Today, many physicians and trainees face additional concerns regarding freedom of conscience protections. Although 2024 Supreme Court rulings in Moyle v. United States, FDA v. Alliance for Hippocratic Medicine, and Loper Bright Enterprises v. Raimondo appear to have curtailed federal agencies’ power to undermine conscience protections, many medical students and physicians face ongoing school, workplace, and societal pressures with regard to elective abortion, contraception, sterilization, gender dysphoria, and euthanasia.

With all this in mind, the move toward holistic medical education—rooted in respect for the human person as a unity of mind, body, and spirit—befits this Jubilee Year of Hope. Recently, Catholic Healthcare International announced its intention to launch a St. Padre Pio Institute for the Relief of Suffering in Howell, Michigan, along with a new school of osteopathic medicine. The project will be modeled after St. Padre Pio’s Casa Sollievo della Sofferenza, established in 1956 in southeastern Italy.
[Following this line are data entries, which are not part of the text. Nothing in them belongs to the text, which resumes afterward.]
"""Each detector of a mosaic as a scene of its own, and where it lies on the sky.

A detector is the scene's camera with its own size, gain and patterns, moved in the focal plane and
turned: its field centre falls on a pixel that is not its middle, and may lie outside. Distortion
and the aberrations of the field go by the distance from the field centre. Pixels, radians.
"""

from __future__ import annotations

from dataclasses import replace
from math import degrees

import numpy as np

from simimg.assembly.places import field_geometry
from simimg.scene.file import replace as changed
from simimg.scene.model import Scene
from simimg.scene.mosaic import OWN, FocalLength


def detector_scene(scene: Scene, number: int) -> Scene:
    """The scene as one detector of its mosaic sees it.

    Parameters
    ----------
    scene : Scene
        With [[detector]] tables and a pixel scale.
    number : int
        Of the detector, from 0.

    Returns
    -------
    Scene
        Without [[detector]]; its camera has ``field_centre``.
    """
    one, camera = scene.detector[number], scene.camera
    assert camera is not None
    written = scene.document["detector"][number]
    changes: dict[str, object] = {
        f"camera.{name}": written[name] for name in OWN if name in written
    }
    serial = camera.serial + number if one.serial is None else one.serial
    rotation = camera.rotation + one.rotation
    columns, rows = (length // camera.binning for length in one.pixels or camera.pixels or (1, 1))
    dx, dy = (_pixels(scene, way) for way in one.offset)
    whole = replace(field_geometry(scene), distortion=0.0)
    east, north = whole.to_offsets(np.array(whole.centre[0] + dx), np.array(whole.centre[1] + dy))
    own = replace(whole, columns=columns, rows=rows, rotation=rotation, axis=(0.0, 0.0))
    x, y = own.to_pixels(east, north)
    centre = [own.middle[0] - float(x), own.middle[1] - float(y)]
    changes |= {
        "detector": None,
        "camera.serial": serial % 2**63,
        "camera.rotation": f"{degrees(rotation)!r} deg",
        "camera.field_centre": centre,
    }
    return changed(scene, changes)


def _pixels(scene: Scene, way: FocalLength) -> float:
    """A way in the focal plane in pixels of the frame."""
    assert scene.camera is not None
    if way.kind == "angle":
        assert scene.pixel_scale is not None
        return way.value / scene.pixel_scale
    if way.kind == "length":
        assert scene.camera.pixel_size is not None
        return way.value / scene.camera.pixel_size / scene.camera.binning
    return way.value / scene.camera.binning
In his study of The Jesuits and Italian Universities, 1548–1773, Paul F. Grendler observes that the Society of Jesus made sixteen attempts, from Turin in northern Italy to Messina in Sicily, to found new universities or become professors in existing institutions. The Jesuits succeeded in launching four new universities and becoming professors of mathematics in three others, but suffered nine total failures in the face of opposition from fellow academics and from civil authorities—which included, Grendler writes, “profound differences about what universities should be.” 
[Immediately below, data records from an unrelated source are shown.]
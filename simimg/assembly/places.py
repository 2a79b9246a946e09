"""Where things are: between offsets on the sky, right ascension and declination, and pixels.

The field is a tangent plane (gnomonic projection, TAN of Calabretta & Greisen 2002, A&A 395, 1077)
touching the sphere at the pointing, which falls on the middle of the detector unless the scene
puts it on another pixel. East and north are
the standard coordinates of that plane, in radians. The detector's +y has the position angle rho,
north through east, and an odd number of reflections turns east to the right (p = -1):
``x - xc = p (-E cos rho + N sin rho) / s`` and ``y - yc = (E sin rho + N cos rho) / s``; a radial
distortion moves places outwards from the middle (pincushion) or inwards, and is in the WCS as SIP.
Pixels count from 0 at the centre of the first pixel; only the WCS keywords count from 1.
"""

from __future__ import annotations

from dataclasses import dataclass
from math import atan2, comb, cos, degrees, pi, sin
from typing import TYPE_CHECKING

import numpy as np

from simimg.arrays import FloatArray
from simimg.scene.camera import Camera
from simimg.scene.model import Scene
from simimg.scene.objects import Placed

if TYPE_CHECKING:
    from astropy.wcs import WCS


@dataclass(frozen=True)
class FieldGeometry:
    """The detector on the sky.

    Attributes
    ----------
    columns, rows : int
        Size of the detector in pixels.
    pixel_scale : float
        Side of a pixel (rad).
    rotation : float
        Position angle of the detector's +y (rad).
    mirrored : bool
        True for an odd number of reflections.
    ra, dec : float
        Pointing (rad): the sky at the field centre.
    distortion : float
        Radial distortion in units of 1 over pixels squared: a place r pixels from the middle is
        moved outwards by ``distortion r^3``.
    axis : (x, y) or None
        Pixel on which the pointing falls; the middle of the detector unless given.
    """

    columns: int
    rows: int
    pixel_scale: float
    rotation: float = 0.0
    mirrored: bool = False
    ra: float = 0.0
    dec: float = 0.0
    distortion: float = 0.0
    axis: tuple[float, float] | None = None

    @property
    def centre(self) -> tuple[float, float]:
        """Where the pointing falls (x, y) in pixels: the field centre."""
        return self.middle if self.axis is None else self.axis

    @property
    def middle(self) -> tuple[float, float]:
        """Middle of the detector (x, y) in pixels."""
        return (self.columns - 1) / 2, (self.rows - 1) / 2

    @property
    def parity(self) -> int:
        """+1, or -1 for a mirrored field."""
        return -1 if self.mirrored else 1

    def to_pixels(self, east: FloatArray, north: FloatArray) -> tuple[FloatArray, FloatArray]:
        """Pixels of offsets `east`, `north` (rad) from the field centre."""
        c, s = cos(self.rotation), sin(self.rotation)
        xc, yc = self.centre
        dx = self.parity * (north * s - east * c) / self.pixel_scale
        dy = (east * s + north * c) / self.pixel_scale
        if self.distortion:
            r_squared = dx * dx + dy * dy
            # A barrel folds the far field back into the frame: there is nothing to be seen there.
            stretch = np.where(
                -3.0 * self.distortion * r_squared < 1.0, 1.0 + self.distortion * r_squared, 1e9
            )
            dx, dy = dx * stretch, dy * stretch
        return xc + dx, yc + dy

    def to_offsets(self, x: FloatArray, y: FloatArray) -> tuple[FloatArray, FloatArray]:
        """Offsets east and north (rad) of pixels."""
        c, s = cos(self.rotation), sin(self.rotation)
        xc, yc = self.centre
        dx, dy = x - xc, y - yc
        if self.distortion:
            shrink = self._undistorted(dx * dx + dy * dy)
            dx, dy = dx * shrink, dy * shrink
        dx, dy = dx * self.parity * self.pixel_scale, dy * self.pixel_scale
        return dy * s - dx * c, dx * s + dy * c

    def _undistorted(self, r_squared: FloatArray) -> FloatArray:
        """What shrinks a distorted place to the undistorted one: q with q (1 + k r^2 q^2) = 1."""
        k = self.distortion * np.asarray(r_squared, dtype=np.float64)
        q = np.ones_like(k)
        for _ in range(30):
            q = q - (q * (1.0 + k * q * q) - 1.0) / np.maximum(1.0 + 3.0 * k * q * q, 1e-3)
        return np.asarray(q)

    def to_sky(self, x: FloatArray, y: FloatArray) -> tuple[FloatArray, FloatArray]:
        """Right ascension, in [0, 2 pi), and declination (rad) of pixels."""
        east, north = self.to_offsets(np.asarray(x, float), np.asarray(y, float))
        denominator = cos(self.dec) - north * sin(self.dec)
        ra = self.ra + np.arctan2(east, denominator)
        dec = np.arctan2(north * cos(self.dec) + sin(self.dec), np.hypot(east, denominator))
        return ra % (2.0 * pi), dec

    def from_sky(self, ra: FloatArray, dec: FloatArray) -> tuple[FloatArray, FloatArray]:
        """Pixels of right ascensions and declinations (rad) within 90 degrees of the pointing.

        Raises
        ------
        ValueError
            For a place on the far half of the sky, which the tangent plane does not show.
        """
        delta = np.asarray(ra, float) - self.ra
        sine, cosine = np.sin(dec), np.cos(dec)
        below = sin(self.dec) * sine + cos(self.dec) * cosine * np.cos(delta)
        if np.any(below <= 0.0):
            raise ValueError("a place lies 90 degrees or more from the pointing")
        east = cosine * np.sin(delta) / below
        north = (cos(self.dec) * sine - sin(self.dec) * cosine * np.cos(delta)) / below
        return self.to_pixels(east, north)

    def direction(self, position_angle: float) -> float:
        """Angle from the detector's +x towards its +y (rad) of a position angle (rad)."""
        turned = position_angle - self.rotation
        return atan2(cos(turned), -self.parity * sin(turned))

    def position_angle(self, dx: float, dy: float) -> float:
        """Position angle, in [0, 2 pi), of a step ``(dx, dy)`` on the detector."""
        return (self.rotation + atan2(-self.parity * dx, dy)) % (2.0 * pi)

    def wcs(self) -> WCS:
        """The same as an astropy WCS (TAN, degrees)."""
        from astropy.wcs import WCS

        xc, yc = self.centre
        step = degrees(self.pixel_scale)
        c, s, p = cos(self.rotation), sin(self.rotation), self.parity
        wcs = WCS(naxis=2)
        wcs.wcs.ctype = ["RA---TAN", "DEC--TAN"]
        wcs.wcs.cunit = ["deg", "deg"]
        wcs.wcs.crpix = [xc + 1.0, yc + 1.0]
        wcs.wcs.crval = [degrees(self.ra) % 360.0, degrees(self.dec)]
        # Adding 0 turns a negative zero, which would show in the header, into a plain one.
        wcs.wcs.cd = np.array([[-p * c, s], [p * s, c]]) * step + 0.0
        wcs.wcs.radesys = "ICRS"
        if self.distortion:
            from astropy.wcs import Sip

            wcs.wcs.ctype = ["RA---TAN-SIP", "DEC--TAN-SIP"]
            forward, back = self._sip_terms()
            wcs.sip = Sip(forward, forward.T, back, back.T, wcs.wcs.crpix)
        wcs.wcs.set()
        return wcs

    def _sip_terms(self) -> tuple[FloatArray, FloatArray]:
        """SIP polynomials along x, from pixels to the plane and back (Shupe et al. 2005).

        Back is the distortion itself, of third order; forward its inverse, by the polynomial to the
        ninth that misses it least over the detector.
        """
        k = self.distortion
        forward, back = np.zeros((10, 10)), np.zeros((4, 4))
        aside = (abs(c - m) for c, m in zip(self.centre, self.middle, strict=True))
        sides = (self.columns / 2.0, self.rows / 2.0)
        farthest = sum((a + side) ** 2 for a, side in zip(aside, sides, strict=True))
        # Chebyshev's points of the squared radius, where a fit is nearly the best there is.
        t = 0.5 - 0.5 * np.cos(np.pi * (np.arange(200) + 0.5) / 200)
        powers = t[:, None] ** np.arange(1, 5)
        terms = np.linalg.lstsq(powers, self._undistorted(t * farthest) - 1.0, rcond=None)[0]
        for power, factor in zip(range(1, 5), terms, strict=True):
            # x (x^2 + y^2)^power, term by term.
            for j in range(power + 1):
                forward[1 + 2 * (power - j), 2 * j] = factor / farthest**power * comb(power, j)
        back[3, 0] = back[1, 2] = k
        return forward, back


def field_geometry(scene: Scene) -> FieldGeometry:
    """The detector of a scene on the sky.

    Without a camera the geometry is that of one pixel of unit angle with north up and east left:
    directions and offsets hold, sizes do not.
    """
    camera, pointing = scene.camera, scene.pointing
    columns, rows = scene.image_size or (1, 1)
    return FieldGeometry(
        columns=columns,
        rows=rows,
        pixel_scale=scene.pixel_scale or 1.0,
        rotation=camera.rotation if camera is not None else 0.0,
        mirrored=camera.mirrored if camera is not None else False,
        ra=pointing.ra if pointing is not None else 0.0,
        dec=pointing.dec if pointing is not None else 0.0,
        distortion=_distortion(scene),
        axis=_axis(camera) if camera is not None else None,
    )


def _axis(camera: Camera) -> tuple[float, float] | None:
    """Where the field centre falls, pixels of the frame; None for its middle."""
    if camera.sub_frame is None or camera.pixels is None:
        return camera.field_centre
    side = camera.binning
    x, y = camera.field_centre or tuple(0.5 * (one // side - 1) for one in camera.pixels)
    return x - camera.sub_frame[0] // side, y - camera.sub_frame[1] // side


def _distortion(scene: Scene) -> float:
    """Radial distortion of a scene's field, per square pixel."""
    field, scale = scene.telescope.field, scene.pixel_scale
    if field is None or scale is None:
        return 0.0
    return field.distortion * (scale / field.radius) ** 2


def object_place(one: Placed, geometry: FieldGeometry) -> tuple[float, float]:
    """Where an object is on the detector (pixels); of a pair the first star."""
    if one.x is not None and one.y is not None:
        return one.x, one.y
    if one.ra is not None and one.dec is not None:
        x, y = geometry.from_sky(np.array(one.ra), np.array(one.dec))
    else:
        x, y = geometry.to_pixels(np.array(one.east or 0.0), np.array(one.north or 0.0))
    return float(x), float(y)
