"""What moves during a scene's exposure: the aim of the telescope, the field, objects among stars.

Tremble and drift of the aim blur every star alike and are factors of the transfer function. While
the telescope follows an object the stars trail, the object does not. A moving object and the arcs
of a turning field are drawn as points along the trail, weighted by Gauss and Legendre, close enough
for the finest detail that the image holds. Radians, seconds; detector axes.
"""

from __future__ import annotations

from dataclasses import replace

import numpy as np

from simimg.arrays import FloatArray
from simimg.assembly.brightness import exposure_time
from simimg.assembly.places import FieldGeometry, field_geometry
from simimg.errors import InputError, mistake
from simimg.imaging.basis import Transfer
from simimg.imaging.grid import band_edge
from simimg.imaging.sources import Points
from simimg.optics.motion import arc_count, arc_points, drift_transfer, jitter_transfer
from simimg.scene.model import Scene
from simimg.scene.motion import Motion

Trail = tuple[float, float]
"""From its first to its last point, along the detector's +x and +y (rad)."""


def trembling(scene: Scene, transfer: Transfer) -> Transfer:
    """A transfer function with the tremble and the drift of the aim, and the spread of charge."""
    pointing, transfer = scene.pointing, _diffused(scene, transfer)
    if pointing is None:
        return transfer
    across, along = pointing.jitter
    if across or along:

        def jitter(u: FloatArray, v: FloatArray) -> FloatArray:
            return jitter_transfer(u, v, rms=across, rms_across=along)

        def round_jitter(f: FloatArray) -> FloatArray:
            return jitter_transfer(f, np.zeros(()), rms=across)

        wings = replace(transfer.wings, core=transfer.wings.core + 4.0 * max(across, along))
        if across == along:
            transfer = replace(transfer, radial=(*transfer.radial, round_jitter), wings=wings)
        else:
            transfer = replace(transfer, planar=(*transfer.planar, jitter), wings=wings)
    if pointing.drift is not None:
        drift = pointing.drift
        # The aim goes one way and the stars the other; the even trail is the same.
        trail = _trail(scene, drift.rate, drift.position_angle)
        transfer = drawn_out(transfer, trail)
    return transfer


def _diffused(scene: Scene, transfer: Transfer) -> Transfer:
    """A transfer function with the Gaussian spread of charge before it gathers in a pixel."""
    camera, scale = scene.camera, scene.pixel_scale
    if camera is None or scale is None or not camera.charge_diffusion:
        return transfer
    spread = camera.charge_diffusion * scale / camera.binning

    def diffusion(f: FloatArray) -> FloatArray:
        return jitter_transfer(f, np.zeros(()), rms=spread)

    wings = replace(transfer.wings, core=transfer.wings.core + 4.0 * spread)
    return replace(transfer, radial=(*transfer.radial, diffusion), wings=wings)


def drawn_out(transfer: Transfer, trail: Trail) -> Transfer:
    """A transfer function with a straight, even trail."""
    dx, dy = trail
    if dx == 0.0 and dy == 0.0:
        return transfer

    def drift(u: FloatArray, v: FloatArray) -> FloatArray:
        return drift_transfer(u, v, dx=dx, dy=dy)

    wings = replace(transfer.wings, core=transfer.wings.core + 0.5 * float(np.hypot(dx, dy)))
    return replace(transfer, planar=(*transfer.planar, drift), wings=wings)


def _trail(scene: Scene, rate: float, position_angle: float) -> Trail:
    length = rate * exposure_time(scene)
    angle = field_geometry(scene).direction(position_angle)
    return float(length * np.cos(angle)), float(length * np.sin(angle))


def object_trail(scene: Scene, motion: Motion | None) -> Trail:
    """Trail of an object that moves among the stars, the telescope following the stars."""
    if motion is None:
        return (0.0, 0.0)
    return _trail(scene, motion.rate, motion.position_angle)


def followed_trail(scene: Scene) -> Trail:
    """Trail of the stars while the telescope follows an object; none where it follows the stars."""
    label = scene.pointing.track if scene.pointing is not None else None
    for one in scene.objects:
        if label is not None and one.label == label:
            dx, dy = object_trail(scene, one.motion)
            return -dx, -dy
    return (0.0, 0.0)


def field_turn(scene: Scene) -> float:
    """Turn of the field during the exposure (rad), from the detector's +x towards +y."""
    if scene.pointing is None or scene.pointing.rotation_rate == 0.0:
        return 0.0
    # North through east runs from +y towards -x, unless the field is mirrored.
    mirrored = scene.camera is not None and scene.camera.mirrored
    return scene.pointing.rotation_rate * exposure_time(scene) * (-1.0 if mirrored else 1.0)


def moved_points(
    points: Points,
    *,
    trails: FloatArray,
    turn: float,
    finest: Transfer,
    geometry: FieldGeometry,
    where: str,
) -> Points:
    """Points drawn out along straight trails and arcs about the field's centre.

    Parameters
    ----------
    points : Points
    trails : ndarray, shape (N, 2)
        Straight trail of each (rad).
    turn : float
        Turn of the field (rad).
    finest : Transfer
        What the image holds at most.
    geometry : FieldGeometry
    where : str
        Name of the scene, for messages.

    Raises
    ------
    InputError
        A trail so long against the finest detail that it takes too many points.
    """
    scale = geometry.pixel_scale
    x = (points.x - geometry.centre[0]) * scale
    y = (points.y - geometry.centre[1]) * scale
    length = np.hypot(trails[:, 0], trails[:, 1]) + np.abs(turn) * np.hypot(x, y)
    moving = length > 1e-3 * scale
    if not moving.any():
        return points
    edge = min(band_edge(finest), 4.0 / scale)
    parts: list[tuple[FloatArray, FloatArray, FloatArray, FloatArray]] = []
    for row in np.flatnonzero(moving):
        try:
            count = arc_count(float(length[row]), edge)
            dx, dy, weight = arc_points(float(x[row]), float(y[row]), angle=turn, count=count)
        except ValueError as error:
            line = mistake(
                where, "exposure.time", f"a trail is too long: {error}", "expose for less time"
            )
            raise InputError(line) from error
        nodes = np.polynomial.legendre.leggauss(count)[0] * 0.5
        parts.append(
            (
                points.x[row] + (dx + nodes * trails[row, 0]) / scale,
                points.y[row] + (dy + nodes * trails[row, 1]) / scale,
                points.electrons[row] * weight,
                np.full(count, points.kind[row]),
            )
        )
    still = points.chosen(~moving)
    joined = [np.concatenate(columns) for columns in zip(*parts, strict=True)]
    return Points(
        np.concatenate([still.x, joined[0]]),
        np.concatenate([still.y, joined[1]]),
        np.concatenate([still.electrons, joined[2]]),
        np.concatenate([still.kind, joined[3]]),
    )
To this day, differences about what universities should be ultimately reflect profound differences of thought on what a human being is—and is created to be. Ideally, education in our nation’s newest medical schools will be more than holistic, more than humanistic, but ultimately teach our future physicians to recognize the divine image in each patient. In a 1949 letter to The New England Journal of Medicine, Dr. John Jerrold Applegarth, a graduate of Harvard Medical School, U.S. Army physician, and Fellow of the American College of Physicians, wrote:

The science of medicine is one thing. The profession of medicine is another. The business of a practicing physician is undeniably linked to the Christian virtue of Charity. This implies the truth of man created by God. Herein lies the inherent dignity of man. From where else comes the logic of the argument against the practice of euthanasia? The hydrocephalic or the [child with Down syndrome] may not be apparently “useful to society,” but he is “useful” to God by virtue of being His creature. Unless doctors abandon their subtle omnipotency, and realize that the values that define their profession are Christian values, their art will be reduced to a mere technic. . . . As a recent graduate, I can vouch for the difficulty of a medical student’s viewing man as anything more than viscera, muscle groups, and “integrated reflexes.” The honest respect that he has for his instructor’s learned outline of anatomy and physiology is easily shifted to an identification with his materialistic innuendos and—the “organism.” In all the wealth of his clinical teaching, where is he told of the practice of medicine and the values underlying it? Exhortations to “treat the patient as a whole” are not enough. He must gain an idea why the patient is worth treating at all.

The medical profession could use more physicians animated by respect for the sacred humanity and value of their patients. Hence, the launch of new medical schools at Benedictine College, Duquesne University, and Xavier University is uplifting news indeed.